Supplied material: Begin

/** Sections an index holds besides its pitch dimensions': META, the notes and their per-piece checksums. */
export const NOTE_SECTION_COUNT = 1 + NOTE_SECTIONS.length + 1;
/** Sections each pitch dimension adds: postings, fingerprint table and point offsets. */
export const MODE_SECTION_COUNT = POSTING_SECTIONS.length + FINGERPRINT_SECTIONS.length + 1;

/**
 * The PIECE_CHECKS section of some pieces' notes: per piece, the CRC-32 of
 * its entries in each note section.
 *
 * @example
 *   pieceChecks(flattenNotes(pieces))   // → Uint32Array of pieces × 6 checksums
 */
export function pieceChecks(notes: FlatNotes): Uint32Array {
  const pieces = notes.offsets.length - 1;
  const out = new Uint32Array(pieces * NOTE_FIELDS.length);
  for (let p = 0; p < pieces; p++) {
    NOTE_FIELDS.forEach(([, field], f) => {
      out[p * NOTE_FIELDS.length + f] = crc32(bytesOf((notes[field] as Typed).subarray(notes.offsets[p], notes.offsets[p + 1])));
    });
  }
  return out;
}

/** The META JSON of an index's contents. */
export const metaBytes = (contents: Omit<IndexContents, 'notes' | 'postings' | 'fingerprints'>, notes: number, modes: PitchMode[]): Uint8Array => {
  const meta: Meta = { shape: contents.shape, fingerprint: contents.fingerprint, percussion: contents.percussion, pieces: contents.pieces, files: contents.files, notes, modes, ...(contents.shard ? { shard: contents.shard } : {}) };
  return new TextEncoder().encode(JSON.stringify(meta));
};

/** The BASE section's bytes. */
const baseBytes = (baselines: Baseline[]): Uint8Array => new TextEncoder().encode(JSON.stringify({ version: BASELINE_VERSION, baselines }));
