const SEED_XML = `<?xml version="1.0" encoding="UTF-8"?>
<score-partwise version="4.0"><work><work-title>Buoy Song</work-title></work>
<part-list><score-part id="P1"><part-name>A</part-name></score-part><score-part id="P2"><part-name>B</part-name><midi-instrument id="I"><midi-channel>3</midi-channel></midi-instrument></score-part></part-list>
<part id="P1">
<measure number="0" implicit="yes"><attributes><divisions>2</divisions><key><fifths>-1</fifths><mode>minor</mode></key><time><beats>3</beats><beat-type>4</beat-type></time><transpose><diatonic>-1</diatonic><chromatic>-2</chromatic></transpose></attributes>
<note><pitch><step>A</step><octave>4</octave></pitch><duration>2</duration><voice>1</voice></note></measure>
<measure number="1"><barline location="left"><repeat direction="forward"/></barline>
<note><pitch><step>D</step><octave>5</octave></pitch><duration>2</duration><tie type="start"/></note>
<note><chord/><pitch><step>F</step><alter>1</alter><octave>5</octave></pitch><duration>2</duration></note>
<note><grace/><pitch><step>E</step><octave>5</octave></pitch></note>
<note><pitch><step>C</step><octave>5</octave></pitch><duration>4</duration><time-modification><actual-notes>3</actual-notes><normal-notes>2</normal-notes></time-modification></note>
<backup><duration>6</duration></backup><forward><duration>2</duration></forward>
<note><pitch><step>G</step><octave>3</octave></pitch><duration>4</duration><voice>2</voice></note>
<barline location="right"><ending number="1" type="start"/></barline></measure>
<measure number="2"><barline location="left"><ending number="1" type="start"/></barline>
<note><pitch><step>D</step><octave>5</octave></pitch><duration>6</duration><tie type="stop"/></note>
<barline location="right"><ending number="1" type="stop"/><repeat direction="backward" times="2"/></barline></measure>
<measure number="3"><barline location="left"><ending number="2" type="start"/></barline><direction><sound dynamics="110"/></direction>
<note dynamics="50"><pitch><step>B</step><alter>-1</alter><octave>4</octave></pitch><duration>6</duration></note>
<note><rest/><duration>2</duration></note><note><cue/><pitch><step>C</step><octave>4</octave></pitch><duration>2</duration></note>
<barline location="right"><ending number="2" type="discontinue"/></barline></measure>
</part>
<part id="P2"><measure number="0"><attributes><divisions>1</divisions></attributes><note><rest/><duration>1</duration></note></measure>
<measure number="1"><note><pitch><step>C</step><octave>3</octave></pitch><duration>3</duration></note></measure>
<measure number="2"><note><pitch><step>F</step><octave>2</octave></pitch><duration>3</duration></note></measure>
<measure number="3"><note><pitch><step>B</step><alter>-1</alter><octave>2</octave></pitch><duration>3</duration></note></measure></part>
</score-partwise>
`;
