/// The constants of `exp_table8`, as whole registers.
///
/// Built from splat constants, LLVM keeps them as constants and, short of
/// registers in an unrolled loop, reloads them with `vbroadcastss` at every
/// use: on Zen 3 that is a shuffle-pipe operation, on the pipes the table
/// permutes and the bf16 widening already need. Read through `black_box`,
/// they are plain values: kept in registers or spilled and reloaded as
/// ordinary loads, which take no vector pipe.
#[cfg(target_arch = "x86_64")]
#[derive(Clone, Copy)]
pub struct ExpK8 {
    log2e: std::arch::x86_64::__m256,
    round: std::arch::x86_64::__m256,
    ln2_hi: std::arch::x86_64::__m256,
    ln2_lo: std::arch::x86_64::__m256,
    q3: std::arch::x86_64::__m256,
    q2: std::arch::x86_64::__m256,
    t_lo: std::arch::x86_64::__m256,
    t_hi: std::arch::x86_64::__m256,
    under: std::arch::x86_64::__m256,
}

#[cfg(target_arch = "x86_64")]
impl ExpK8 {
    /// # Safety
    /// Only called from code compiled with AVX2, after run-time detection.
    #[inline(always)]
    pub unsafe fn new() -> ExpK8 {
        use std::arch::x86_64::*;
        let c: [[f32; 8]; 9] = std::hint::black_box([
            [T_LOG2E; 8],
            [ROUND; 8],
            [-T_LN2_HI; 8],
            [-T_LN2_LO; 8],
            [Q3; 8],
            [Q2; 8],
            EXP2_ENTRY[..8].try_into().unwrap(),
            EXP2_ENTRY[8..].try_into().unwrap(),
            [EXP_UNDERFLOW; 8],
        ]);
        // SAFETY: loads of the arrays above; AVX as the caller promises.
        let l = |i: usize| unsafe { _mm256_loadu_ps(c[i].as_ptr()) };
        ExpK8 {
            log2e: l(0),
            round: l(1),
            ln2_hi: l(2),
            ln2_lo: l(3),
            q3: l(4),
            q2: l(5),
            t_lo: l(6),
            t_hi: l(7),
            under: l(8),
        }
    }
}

Supplied material: End

Work to be completed:
Write the records out once more. Change nothing.

Your solution:
/** Sections an index holds besides its pitch dimensions': META, the notes and their per-piece checksums. */
export const NOTE_SECTION_COUNT = 1 + NOTE_SECTIONS.length + 1;
/** Sections each pitch dimension adds: postings, fingerprint table and point offsets. */
export const MODE_SECTION_COUNT = POSTING_SECTIONS.length + FINGERPRINT_SECTIONS.length + 1;

/**
 * The PIECE_CHECKS section of some pieces' notes: per piece, the CRC-32 of
 * its entries in each note section.
 *
 * @example
 *   pieceChecks(flattenNotes(pieces))   // → Uint32Array of pieces × 6 checksums
 */
export function pieceChecks(notes: FlatNotes): Uint32Array {
  const pieces = notes.offsets.length - 1;
  const out = new Uint32Array(pieces * NOTE_FIELDS.length);
  for (let p = 0; p < pieces; p++) {
    NOTE_FIELDS.forEach(([, field], f) => {
      out[p * NOTE_FIELDS.length + f] = crc32(bytesOf((notes[field] as Typed).subarray(notes.offsets[p], notes.offsets[p + 1])));
    });
  }
  return out;
}

/** The META JSON of an index's contents. */
export const metaBytes = (contents: Omit<IndexContents, 'notes' | 'postings' | 'fingerprints'>, notes: number, modes: PitchMode[]): Uint8Array => {
  const meta: Meta = { shape: contents.shape, fingerprint: contents.fingerprint, percussion: contents.percussion, pieces: contents.pieces, files: contents.files, notes, modes, ...(contents.shard ? { shard: contents.shard } : {}) };
  return new TextEncoder().encode(JSON.stringify(meta));
};

/** The BASE section's bytes. */
const baseBytes = (baselines: Baseline[]): Uint8Array => new TextEncoder().encode(JSON.stringify({ version: BASELINE_VERSION, baselines }));
const SEED_XML = `<?xml version="1.0" encoding="UTF-8"?>
<score-partwise version="4.0"><work><work-title>Buoy Song</work-title></work>
<part-list><score-part id="P1"><part-name>A</part-name></score-part><score-part id="P2"><part-name>B</part-name><midi-instrument id="I"><midi-channel>3</midi-channel></midi-instrument></score-part></part-list>
<part id="P1">
<measure number="0" implicit="yes"><attributes><divisions>2</divisions><key><fifths>-1</fifths><mode>minor</mode></key><time><beats>3</beats><beat-type>4</beat-type></time><transpose><diatonic>-1</diatonic><chromatic>-2</chromatic></transpose></attributes>
<note><pitch><step>A</step><octave>4</octave></pitch><duration>2</duration><voice>1</voice></note></measure>
<measure number="1"><barline location="left"><repeat direction="forward"/></barline>
<note><pitch><step>D</step><octave>5</octave></pitch><duration>2</duration><tie type="start"/></note>
<note><chord/><pitch><step>F</step><alter>1</alter><octave>5</octave></pitch><duration>2</duration></note>
<note><grace/><pitch><step>E</step><octave>5</octave></pitch></note>
<note><pitch><step>C</step><octave>5</octave></pitch><duration>4</duration><time-modification><actual-notes>3</actual-notes><normal-notes>2</normal-notes></time-modification></note>
<backup><duration>6</duration></backup><forward><duration>2</duration></forward>
<note><pitch><step>G</step><octave>3</octave></pitch><duration>4</duration><voice>2</voice></note>
<barline location="right"><ending number="1" type="start"/></barline></measure>
<measure number="2"><barline location="left"><ending number="1" type="start"/></barline>
<note><pitch><step>D</step><octave>5</octave></pitch><duration>6</duration><tie type="stop"/></note>
<barline location="right"><ending number="1" type="stop"/><repeat direction="backward" times="2"/></barline></measure>
<measure number="3"><barline location="left"><ending number="2" type="start"/></barline><direction><sound dynamics="110"/></direction>
<note dynamics="50"><pitch><step>B</step><alter>-1</alter><octave>4</octave></pitch><duration>6</duration></note>
<note><rest/><duration>2</duration></note><note><cue/><pitch><step>C</step><octave>4</octave></pitch><duration>2</duration></note>
<barline location="right"><ending number="2" type="discontinue"/></barline></measure>
</part>
<part id="P2"><measure number="0"><attributes><divisions>1</divisions></attributes><note><rest/><duration>1</duration></note></measure>
<measure number="1"><note><pitch><step>C</step><octave>3</octave></pitch><duration>3</duration></note></measure>
<measure number="2"><note><pitch><step>F</step><octave>2</octave></pitch><duration>3</duration></note></measure>
<measure number="3"><note><pitch><step>B</step><alter>-1</alter><octave>2</octave></pitch><duration>3</duration></note></measure></part>
</score-partwise>
`;
/// The constants of `exp_table8`, as whole registers.
///
/// Built from splat constants, LLVM keeps them as constants and, short of
/// registers in an unrolled loop, reloads them with `vbroadcastss` at every
/// use: on Zen 3 that is a shuffle-pipe operation, on the pipes the table
/// permutes and the bf16 widening already need. Read through `black_box`,
/// they are plain values: kept in registers or spilled and reloaded as
/// ordinary loads, which take no vector pipe.
#[cfg(target_arch = "x86_64")]
#[derive(Clone, Copy)]
pub struct ExpK8 {
    log2e: std::arch::x86_64::__m256,
    round: std::arch::x86_64::__m256,
    ln2_hi: std::arch::x86_64::__m256,
    ln2_lo: std::arch::x86_64::__m256,
    q3: std::arch::x86_64::__m256,
    q2: std::arch::x86_64::__m256,
    t_lo: std::arch::x86_64::__m256,
    t_hi: std::arch::x86_64::__m256,
    under: std::arch::x86_64::__m256,
}

#[cfg(target_arch = "x86_64")]
impl ExpK8 {
    /// # Safety
    /// Only called from code compiled with AVX2, after run-time detection.
    #[inline(always)]
    pub unsafe fn new() -> ExpK8 {
        use std::arch::x86_64::*;
        let c: [[f32; 8]; 9] = std::hint::black_box([
            [T_LOG2E; 8],
            [ROUND; 8],
            [-T_LN2_HI; 8],
            [-T_LN2_LO; 8],
            [Q3; 8],
            [Q2; 8],
            EXP2_ENTRY[..8].try_into().unwrap(),
            EXP2_ENTRY[8..].try_into().unwrap(),
            [EXP_UNDERFLOW; 8],
        ]);
        // SAFETY: loads of the arrays above; AVX as the caller promises.
        let l = |i: usize| unsafe { _mm256_loadu_ps(c[i].as_ptr()) };
        ExpK8 {
            log2e: l(0),
            round: l(1),
            ln2_hi: l(2),
            ln2_lo: l(3),
            q3: l(4),
            q2: l(5),
            t_lo: l(6),
            t_hi: l(7),
            under: l(8),
        }
    }
}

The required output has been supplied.